The greatest benefit of being a writer is that you get to talk with lots of interesting people. It’s a constant education. Particularly if you appreciate the opportunity and structure your conversations accordingly.
My style is to conduct broad interviews across a range of topics, whether all the topics are germane to the piece I’m working on at the moment or not. This has helped me construct a mental model of banking, but it also means that a lot of material is left on the cutting room floor, so to speak.
With this in mind, I decided to revisit some of the conversations I’ve had with bankers over the past few months to share the most interesting insights.
Foremost among these is a series of conversations with Robert and Patrick Gaughen, the CEO and president, respectively, of Hingham Institution for Savings, a $2.6 billion bank based in the Boston metropolitan area.
Since the Gaughens gained control of Hingham in 1993, following a two-year proxy contest with its former managers, it has generated a total shareholder return of more than 5,400%, according to my math. That’s more than double the total return of other well-run banks like JPMorgan Chase & Co. and PNC Financial Services Group.
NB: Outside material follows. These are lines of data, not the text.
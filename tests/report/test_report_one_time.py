"""What is told about one time against a slow search through every row."""

import importlib.util
import subprocess
import sys
from pathlib import Path

import pytest

from dq.report import explain
from dq.report.night_tables import read_night
from dq.report.one_time import look_at, rows_near
from dq.segments import NS, Segments
from dq.tables import COVERAGE, VETOES, csv_text

_PATH = Path(__file__).parents[1] / "benchmarks" / "explain_speed.py"
_SPEC = importlib.util.spec_from_file_location("explain_benchmark", _PATH)
bench = importlib.util.module_from_spec(_SPEC)
_SPEC.loader.exec_module(bench)


@pytest.fixture(scope="module")
def day(tmp_path_factory):
    """Write a smaller day: 20 channels of which 30 are accepted at most."""
    folder = tmp_path_factory.mktemp("one_time") / "night"
    with pytest.MonkeyPatch.context() as patch:
        for name, value in (("CHANNELS", 20), ("EACH", 400), ("STRAIN", 500)):
            patch.setattr(bench, name, value)
        patch.setattr(bench, "ACCEPTED", 6)
        bench.write_folder(folder)
    # a fault of the strain, and a second veto over some of the same time
    with (folder / "coverage.csv").open("a") as file:
        file.write(f"OV-STRAIN,saturation,{bench.GPS + 4000},{bench.GPS + 4000}.5\n")
    with (folder / "vetoes.csv").open("a") as file:
        file.write(f"{bench.GPS + 4000},{bench.GPS + 4000}.5,fault-x,1,fault,,\n")
    return folder


def moments(rng, night, count):
    """Give random times, and edges of vetoes to the nanosecond."""
    times = rng.integers(night.start_ns, night.end_ns, count).tolist()
    edges = rng.choice(len(night.vetoes), count, replace=False)
    for k in edges:
        row = night.vetoes.iloc[k]
        times += [int(row.gps_start), int(row.gps_start) - 1, int(row.gps_end)]
        times += [int(row.gps_end) - 1]
    return times


def test_covering_and_nearest_equal_a_slow_search(day, rng):
    whole = read_night(day, tables=("strain", "witnesses", "vetoes", "coverage"))
    for time_ns in moments(rng, whole, 6):
        keep = {
            "strain": rows_near(time_ns, reach_s=1.0),
            "vetoes": rows_near(time_ns, reach_s=0.0),
        }
        night = read_night(
            day, tables=("strain", "witnesses", "vetoes", "coverage"), keep=keep
        )
        found = look_at(night, time_ns, window_s=1.0)
        inside, nearest = set(), None
        for row in whole.vetoes.itertuples():
            if row.gps_start <= time_ns < row.gps_end:
                inside.add((row.veto, row.gps_start))
                away = 0
            elif time_ns < row.gps_start:
                away = row.gps_start - time_ns
            else:
                away = time_ns - (row.gps_end - 1)
            nearest = away if nearest is None else min(nearest, away)
        got = set(zip(found.covering.veto, found.covering.gps_start, strict=True))
        assert got == inside
        assert abs(found.nearest_veto.distance_ns) == nearest
        near = [
            row.transient_id
            for row in whole.strain.itertuples()
            if row.gps_start < time_ns / NS + 1 and row.gps_end > time_ns / NS - 1
        ]
        assert sorted(found.near.transient_id) == sorted(near)


def test_chance_of_activity_is_the_share_of_random_times(day, rng):
    night = read_night(day, tables=("strain", "witnesses", "vetoes", "coverage"))
    told = look_at(night, night.start_ns + 5, window_s=1.0)
    vetoes = night.vetoes[night.vetoes.source == "witness"]
    drawn = rng.integers(night.start_ns, night.end_ns, 40_000)
    union = Segments.none()
    for witness in told.witnesses:
        rows = vetoes[vetoes.channel == witness.row.channel]
        # the benchmark's vetoes are windows around peaks, 0.1 s to each side; those
        # of activity reach over its length as well
        peaks = Segments(rows.gps_start.to_numpy(int), rows.gps_end.to_numpy(int))
        assert witness.chance >= peaks.total_ns / (night.end_ns - night.start_ns)
        union = union | peaks
    assert union.contains(drawn).mean() <= told.any_chance
    assert told.any_chance <= sum(w.chance for w in told.witnesses)


def test_a_fault_is_named_here_and_from_afar(day):
    at = bench.GPS + 4000
    here = explain(day, f"{at}.25")
    assert "nearest data fault: saturation, here" in here
    assert "yes, by fault-x (category 1, fault" in here
    assert "its data cannot be used" in here.splitlines()[-1]
    assert "saturation, 10.000 s away, later" in explain(day, at - 10)
    # the end of a half-open segment is no longer inside
    assert "saturation, here" not in explain(day, f"{at}.5")


def test_active_witnesses_come_with_their_chance(day, rng):
    night = read_night(day, tables=("strain", "witnesses", "vetoes", "coverage"))
    row = night.vetoes[night.vetoes.source == "witness"].iloc[3]
    middle = (int(row.gps_start) + int(row.gps_end)) // 2
    text = explain(day, f"{middle // NS}.{middle % NS:09d}")
    assert f"{row.channel}: SNR >= 7" in text
    assert "active at a random time with probability" in text
    last = text.splitlines()[-1]
    assert row.veto in last
    assert "by chance)" in last


def test_the_answer_loads_no_engine():
    """Nothing that only finding needs may be imported for an answer."""
    code = (
        "import sys; import dq.cli.explain, dq.night.folder, dq.report.explain;"
        "bad = {'numba', 'matplotlib', 'astropy', 'scipy.signal', 'sklearn'};"
        "print(sorted(bad & set(sys.modules)))"
    )
    ran = subprocess.run(
        [sys.executable, "-c", code], capture_output=True, text=True, check=True
    )
    assert ran.stdout.strip() == "[]"


def test_written_tables_read_back_where_rows_are_kept(day):
    text = (day / "vetoes.csv").read_text()
    from dq.tables import csv_table

    whole = csv_table(text, VETOES)
    assert csv_text(whole, VETOES) == text
    some = csv_table(text, VETOES, keep=lambda cells: cells["veto"] == "fault-x")
    assert some.gps_start.tolist() == [(bench.GPS + 4000) * NS]
    coverage = csv_table((day / "coverage.csv").read_text(), COVERAGE)
    assert set(coverage.kind) == {"analysed", "saturation"}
One thing that strikes you when talking with the Gaughens is the depth and sophistication of their banking philosophy. All bankers understand banking. But some understand it on a deeper level than others — that’s the Gaughens.
They approach the industry as investors, or capital allocators, instead of bankers. This seems to be a product of the fact that both Robert Gaughen and his father — Patrick’s grandfather — practiced law before becoming de facto bankers in order to protect investments they had made in banks.
This may seem like a vacuous nuance, but it isn’t. It’s always tempting to subordinate the process of capital allocation to operational processes. After all, if your operations aren’t profitable, you won’t have excess capital to allocate.
What true capital allocators appreciate, however, is that the distinction between capital allocation and operations is nebulous. Everything can be viewed through the prism of capital allocation — from how many employees you hire to which technologies you implement to whether you increase your dividend or repurchase stock.
In this respect, capital allocation is less of a mechanical process than it is a mindset, concentrating one’s attention on measuring the return on each incremental decision.
Another interesting insight that came up in our conversations is the importance of studying other industries. Not only the importance of doing so, I should say, but why it’s so important to do so.
The drive to constantly learn is something that many people preach, but few people practice. This is an element of leadership that can’t be overstated. It serves as the common denominator underlying the performance of the most successful CEOs in banking.
It’s well known that banking is an acutely competitive and commoditized industry, and that those characteristics compress profit margins. But there are two other forces that lead to a lack of differentiation as well.
As Patrick points out, high consultant reuse and an overbearing regulatory schema contribute to a high degree of homogeneity in terms of the way banks are run. The net result is that studying other banks can be less fruitful than one might think.
This isn’t to say that a mastery of banking isn’t critical — it is. But after accumulating a critical mass of knowledge about best practices within banking, the incremental return from intermittently studying other industries, it seems, will exceed the return of concentrating exclusively on banking.
The final point that both Gaughens stress relates to the importance of skin in the game, or executive and director ownership of stock. In their case, their immediate and extended family owns upwards of 40% of Hingham’s outstanding stock. This provides a powerful incentive to care not only about the return on their capital, but also the return of their capital.
Many companies talk about the mystical benefits of alignment between executives and shareholders, as well as having employees that act like owners. But there is simply no substitute for having actual skin in the game. It hones one’s appreciation for the virtues of extraordinary banking, from efficiency to risk management to disciplined growth.
None of this is to say that the Gaughens have everything figured out; they would be the first to admit they don’t. But their philosophy and approach to banking is not only unique, but also tried and true.